CONDITIONS PRIOR TO OCCURRENCE
Unit 2: Undefined Mode with no fuel in the reactor vessel.
There were no systems, structures, or components that were inoperable at the start of the event that contributed to the event.
DESCRIPTION OF EVENT
On May 1, 2014, during the Beaver Valley Power Station, Unit No. 2 (BVPS-2) seventeenth refueling outage (2R17), the results of planned ultrasonic examinations performed on Penetration No. 41 of the reactor vessel head [AB] did not meet the applicable acceptance criteria. The indication was not through wall as there was no evidence of leakage at this penetration based on inspections performed on top of the reactor vessel head. The examinations were being performed to meet the requirements of 10 CFR 50.55a(g)(6)(ii)(D) for reactor vessel head inspections to find potential flaws/indications well before the structural integrity of the reactor vessel head pressure boundary is significantly challenged.
The ultrasonic examination of Penetration No. 41 identified an indication as having a primary water stress corrosion cracking (PWSCC) flaw located on the downhill side of the penetration tube. The surface flaw was in the axial direction with a length of 0.56 inches.
The reactor vessel head examination is a requirement of 10 CFR 50.55a(g)(6)(ii)(D) which invokes ASME Code Case N-729-1. Ultrasonic examinations or eddy current examinations (as applicable) are performed on each of the 66 vessel head penetrations on the BVPS-2 head during each refueling outage until head replacement activities are completed in the future. Head Penetration No. 41 was repaired as required prior to plant startup from the 2R17 refueling outage.
Indications that cannot be dispositioned as acceptable per ASME Code Section XI in a Reactor Coolant System (RCS) pressure boundary are reportable under 10CFR 50.72(b)(3)(ii)(A) / 50.73(a)(2)(ii)(A) as a condition of the nuclear power plant, including its principal safety barriers, being degraded. The indication found on Penetration No. 41 was reported to the Nuclear Regulatory Commission (NRC) per 10 CFR 50.72 on May 1, 2014 (EN 50079).

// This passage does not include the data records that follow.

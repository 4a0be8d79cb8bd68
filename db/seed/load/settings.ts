import { sql } from "drizzle-orm";
import { foldText } from "~/platform/fold-text";
import { membershipTeams, seasons, sportRules, teams, venues } from "~db/schema";
import type { AgeGroup } from "../scenario/types";
import type { Loading } from "./loading";
import { insertRows } from "./loading";

/** The age under which a team's athletes are; null for senior teams. */
export const underAgeOf = ({ label, maxAge }: Pick<AgeGroup, "label" | "maxAge">) =>
  label === "senior" ? null : maxAge + 1;

/** Older than any age group of the young, so that it is the rule of senior teams. */
const seniorRuleAge = 19;

/** The age from which a group's rule counts: the groups of the young span two years. */
function ruleAgeOf(ageGroup: string) {
  const under = /^under (\d+)$/.exec(ageGroup)?.[1];
  return under === undefined ? seniorRuleAge : Number(under) - 2;
}

/** What the administrator enters: seasons, teams and who covers them, venues, the rules of play. */
export async function loadSettings({ tx, own, organisationId, id, person }: Loading) {
  await insertRows(
    tx,
    seasons,
    own.seasons.map(({ key, name, from, to }) => ({
      organisationId,
      id: id("season", key),
      name,
      startsOn: from,
      endsOn: to,
    })),
  );
  await insertRows(
    tx,
    teams,
    own.teams.map(({ key, name, sport, sexCategory, ageGroup }) => ({
      organisationId,
      id: id("team", key),
      name,
      nameKey: foldText(name),
      sport,
      sex: sexCategory,
      underAge: underAgeOf(ageGroup),
    })),
  );
  await insertRows(
    tx,
    venues,
    own.venues.map(({ key, name, emergencyCard: card }) => ({
      organisationId,
      id: id("venue", key),
      name,
      address: card.address,
      access: card.access,
      defibrillator: card.defibrillator,
      emergencyNumbers: `${card.emergencyNumber}; on site ${card.sitePhone}; ${card.nearestEmergencyDepartment}`,
    })),
  );
  await insertRows(
    tx,
    membershipTeams,
    own.memberships.flatMap(({ person: key, teams: listed }) =>
      listed === "all"
        ? []
        : listed.map((team) => ({ organisationId, personId: person(key), teamId: id("team", team) })),
    ),
  );
  await tx
    .insert(sportRules)
    .values(
      own.organisation.sports.map(({ sport, ageGroup, playersOnField, regulationMinutes }) => ({
        organisationId,
        sport,
        fromAge: ruleAgeOf(ageGroup),
        playersOnField,
        regulationMinutes,
      })),
    )
    .onConflictDoUpdate({
      target: [sportRules.organisationId, sportRules.sport, sportRules.fromAge],
      set: {
        playersOnField: sql`excluded.players_on_field`,
        regulationMinutes: sql`excluded.regulation_minutes`,
      },
    });
}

Liquid penetrant examination also revealed two recordable indications on previous weld overlay repairs on Penetrations No. 44 and 57 which were not within the RCS pressure boundary material. Each was a rounded indication on a weld overlay of approximately 0.125 inch. Rounded indications of greater than 0.1875 inch must be remediated per the NRC approved relief request for BVPS-2. However, the indications on Penetrations No. 44 and No. 57 were removed by buffing. These penetrations were determined to be acceptable in accordance with the applicable ASME code criteria.
CAUSE OF EVENT
Primary Water Stress Corrosion Cracking (PWSCC) of the Alloy 600 penetration tube material was determined to be the apparent cause of the identified flaw. The failure mechanism is a known issue that is addressed by the requirements of 10 CFR 50.55a(g)(6)(ii)(D). The repair to Penetration No. 41 utilized an embedded flaw weld overlay to encapsulate the surface attached flaw with an Alloy 690 material. A weld overlay of PWSCC resistant material to isolate the indication from the borated water environment arrests any further PWSCC on the penetration. The embedded flaw weld overlay methodology was previously approved by the NRC for use at BVPS-2.
ANALYSIS OF EVENT
The safety significance associated with the BVPS Unit 2 reactor vessel upper head penetration indication found on Penetration 41 during the 2R17 refueling outage inspection is considered to be very low. This is based on the fact that the indication was not through wall, there was no indicated RCS leakage, and the estimated conditional core damage probability and conditional large early release probability for the event are very small, assuming that there is a 0.1 percent probability that the axial weld flaw could have propagated circumferentially to become a through-weld failure and ejected the penetration tube, resulting in a reactor vessel head penetration Loss of Coolant Accident (LOCA).
CORRECTIVE ACTIONS
1. Reactor head Penetration No. 41 was repaired in accordance with the applicable embedded flaw repair methodology approved by the NRC for use at BVPS-2.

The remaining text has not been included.